### WORK ITEM
Check each line of the material, and show the ones that include the word "number".

### ENTRIES SHOWN
import { Forbidden } from '@/components/errors/forbidden';
import { SectionLayout } from '@/components/layouts/section-layout';
import { cellarPaths } from '@/config/cellar-paths';
import { canOnEvery, useAppAbility } from '@/lib/ability';

/** Kegs: where each one is, who owes one back, and what is on the taps. */
const KegsLayout = () => {
  const ability = useAppAbility();
  if (!ability.can('read', 'Keg')) return <Forbidden what="Kegs" />;
  const everyone = canOnEvery(ability, 'read', 'Keg');
  return (
    <SectionLayout
      title="Kegs"
      intro={
        everyone
          ? 'Where every keg is: the cellar, the cold room and its taps, out with a member, or missing.'
          : 'Your kegs: what is in them, where they are and when they are due back.'
      }
      tabs={[
        { to: cellarPaths.kegs, end: true, label: 'Whereabouts' },
        { to: cellarPaths.overdue, label: 'Overdue' },
        { to: cellarPaths.tapBoard, label: 'Tap board' },
      ]}
    />
  );
};

export default KegsLayout;
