import { sql } from 'kysely';
import type { TodayCellarSection, TodayMemberSection } from '../../../shared/schemas/today.ts';
import type { Database } from '../../db/database.ts';
import { effectiveStateSql } from '../equipment/vessel-state.ts';
import { bestBeforeKegs } from './best-before.ts';

const DAY = 24 * 3600_000;

/** A member's own bookings, batches, kegs out with them; balance is added by the caller when allowed. */
export async function memberSection(db: Database, memberId: string, now: Date): Promise<Omit<TodayMemberSection, 'balance'>> {
  const [bookings, batches, kegs] = await Promise.all([
    db
      .selectFrom('booking')
      .innerJoin('equipment', 'equipment.id', 'booking.equipment_id')
      .select(['booking.id', 'booking.equipment_id', 'equipment.code', 'equipment.name', 'booking.starts_at', 'booking.ends_at', 'booking.state'])
      .where('booking.owner_id', '=', memberId)
      .where('booking.state', 'in', ['booked', 'in_use'])
      .where('booking.ends_at', '>', now)
      .orderBy('booking.starts_at')
      .limit(8)
      .execute(),
    db
      .selectFrom('batch')
      .leftJoinLateral(
        (eb) =>
          eb
            .selectFrom('reading')
            .select(['reading.gravity_sg', 'reading.taken_at'])
            .whereRef('reading.batch_id', '=', 'batch.id')
            .orderBy('reading.taken_at', 'desc')
            .limit(1)
            .as('latest'),
        (join) => join.onTrue(),
      )
      .select(['batch.id', 'batch.name', 'batch.style', 'batch.status', 'latest.gravity_sg', 'latest.taken_at'])
      .where('batch.owner_id', '=', memberId)
      .where('batch.status', 'in', ['planned', 'fermenting', 'conditioning'])
      .orderBy('batch.created_at', 'desc')
      .limit(8)
      .execute(),
    db
      .selectFrom('keg_whereabouts')
      .innerJoin('equipment', 'equipment.id', 'keg_whereabouts.keg_id')
      .select(['equipment.id', 'equipment.code', 'keg_whereabouts.due_at'])
      .where('keg_whereabouts.member_id', '=', memberId)
      .where('keg_whereabouts.whereabouts', '=', 'with_member')
      .orderBy('keg_whereabouts.due_at')
      .orderBy('equipment.code')
      .execute(),
  ]);
  const bestBefore = await bestBeforeKegs(db, now, { memberId, showOwners: true });
  return {
    bestBefore,
    bookings: bookings.map((b) => ({
      id: b.id,
      equipmentId: b.equipment_id,
      equipmentCode: b.code,
      equipmentName: b.name,
      startsAt: new Date(b.starts_at).toISOString(),
      endsAt: new Date(b.ends_at).toISOString(),
      state: b.state,
    })),
    batches: batches.map((b) => ({
      id: b.id,
      name: b.name,
      style: b.style,
      status: b.status,
      latestSg: b.gravity_sg ?? null,
      latestAt: b.taken_at ? new Date(b.taken_at).toISOString() : null,
    })),
    kegs: kegs.map((k) => ({
      id: k.id,
      code: k.code,
      dueAt: k.due_at ? new Date(k.due_at).toISOString() : null,
      overdue: k.due_at ? new Date(k.due_at) < now : false,
    })),
  };
}

/** The brewer-on-duty's round: vessels to clean (soonest needed first), overdue kegs, transfers due, hand-overs. */
export async function cellarSection(db: Database, now: Date, showOwners: boolean): Promise<TodayCellarSection> {
  const soon = new Date(now.getTime() + 3 * DAY);
  const tomorrow = new Date(now.getTime() + DAY);
  const nextBooking = sql<Date | null>`(select min(b.starts_at) from booking b
    where b.equipment_id = equipment.id and b.state = 'booked' and b.starts_at > ${now})`;
  // One query for the count and the list: a vessel whose state (a lapsed freshness window read as
  // needs_cleaning) says it needs cleaning, unless a complete cycle ended after its last use and is
  // still fresh (it is clean and sanitized since; the state will catch up).
  const state = effectiveStateSql(sql.ref('equipment.id'), sql.ref('equipment.state'), now);
  const lastUse = sql<Date | null>`(select max(sc.at) from equipment_state_change sc
    where sc.equipment_id = equipment.id and sc.to_state = 'needs_cleaning')`;
  const dirty = db
    .selectFrom('equipment')
    .where(state, 'in', ['needs_cleaning', 'cleaned'])
    .where('equipment.kind', 'in', ['fermenter', 'keg'])
    .where(
      sql<boolean>`not exists (select 1 from sanitation_cycle c where c.equipment_id = equipment.id and c.complete
        and c.fresh_until > ${now} and c.completed_at >= coalesce(${lastUse}, '-infinity'::timestamptz))`,
    );
  const overdue = db
    .selectFrom('keg_whereabouts')
    .innerJoin('equipment', 'equipment.id', 'keg_whereabouts.keg_id')
    .leftJoin('app_user', 'app_user.id', 'keg_whereabouts.member_id')
    .where('keg_whereabouts.whereabouts', '=', 'with_member')
    .where('keg_whereabouts.due_at', '<', now);
  const [dirtyTotal, dirtyItems, overdueTotal, overdueItems, transfers, handovers] = await Promise.all([
    dirty.select((eb) => eb.fn.countAll<number>().as('n')).executeTakeFirstOrThrow(),
    dirty
      .select(['equipment.id', 'equipment.code', 'equipment.name', state.as('state'), nextBooking.as('next_booking_at')])
      .orderBy(sql`next_booking_at`, (ob) => ob.asc().nullsLast())
      .orderBy('equipment.code')
      .limit(10)
      .execute(),
    overdue.select((eb) => eb.fn.countAll<number>().as('n')).executeTakeFirstOrThrow(),
    overdue.select(['equipment.id', 'equipment.code', 'app_user.name', 'keg_whereabouts.due_at']).orderBy('keg_whereabouts.due_at').limit(10).execute(),
    // Beer must be out of a fermenter before its booking ends.
    db
      .selectFrom('batch')
      .innerJoin('booking', 'booking.batch_id', 'batch.id')
      .innerJoin('equipment', 'equipment.id', 'booking.equipment_id')
      .innerJoin('app_user', 'app_user.id', 'batch.owner_id')
      .select(['batch.id', 'batch.name', 'app_user.name as owner_name', 'equipment.id as fermenter_id', 'equipment.code', 'booking.ends_at'])
      .where('equipment.kind', '=', 'fermenter')
      .where('batch.status', 'in', ['fermenting', 'conditioning'])
      .where('booking.state', 'in', ['booked', 'in_use'])
      .where('booking.ends_at', '<', soon)
      .orderBy('booking.ends_at')
      .limit(10)
      .execute(),
    // Bookings that start within a day: the vessel must be ready for its next user.
    db
      .selectFrom('booking')
      .innerJoin('equipment', 'equipment.id', 'booking.equipment_id')
      .select(['booking.id', 'equipment.id as equipment_id', 'equipment.code', 'booking.starts_at', state.as('state')])
      .where('booking.state', '=', 'booked')
      .where('booking.starts_at', '>=', now)
      .where('booking.starts_at', '<', tomorrow)
      .where('equipment.kind', 'in', ['fermenter', 'keg'])
      .orderBy('booking.starts_at')
      .limit(20)
      .execute(),
  ]);
  const bestBefore = await bestBeforeKegs(db, now, { showOwners });
  return {
    bestBefore,
    needsCleaning: {
      total: dirtyTotal.n,
      items: dirtyItems.map((e) => ({
        id: e.id,
        code: e.code,
        name: e.name,
        state: e.state,
        nextBookingAt: e.next_booking_at ? new Date(e.next_booking_at).toISOString() : null,
      })),
    },
    overdueKegs: {
      total: overdueTotal.n,
      items: overdueItems.map((k) => ({ id: k.id, code: k.code, memberName: showOwners ? (k.name ?? null) : null, dueAt: new Date(k.due_at!).toISOString() })),
    },
    transfersDue: transfers.map((t) => ({
      batchId: t.id,
      batchName: t.name,
      ownerName: t.owner_name,
      fermenterId: t.fermenter_id,
      fermenterCode: t.code,
      bookingEndsAt: new Date(t.ends_at).toISOString(),
    })),
    handovers: handovers.map((h) => ({
      bookingId: h.id,
      equipmentId: h.equipment_id,
      equipmentCode: h.code,
      startsAt: new Date(h.starts_at).toISOString(),
      equipmentState: h.state,
      ready: h.state === 'ready',
    })),
  };
}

### ANSWER
    dirty.select((eb) => eb.fn.countAll<number>().as('n')).executeTakeFirstOrThrow(),
    overdue.select((eb) => eb.fn.countAll<number>().as('n')).executeTakeFirstOrThrow(),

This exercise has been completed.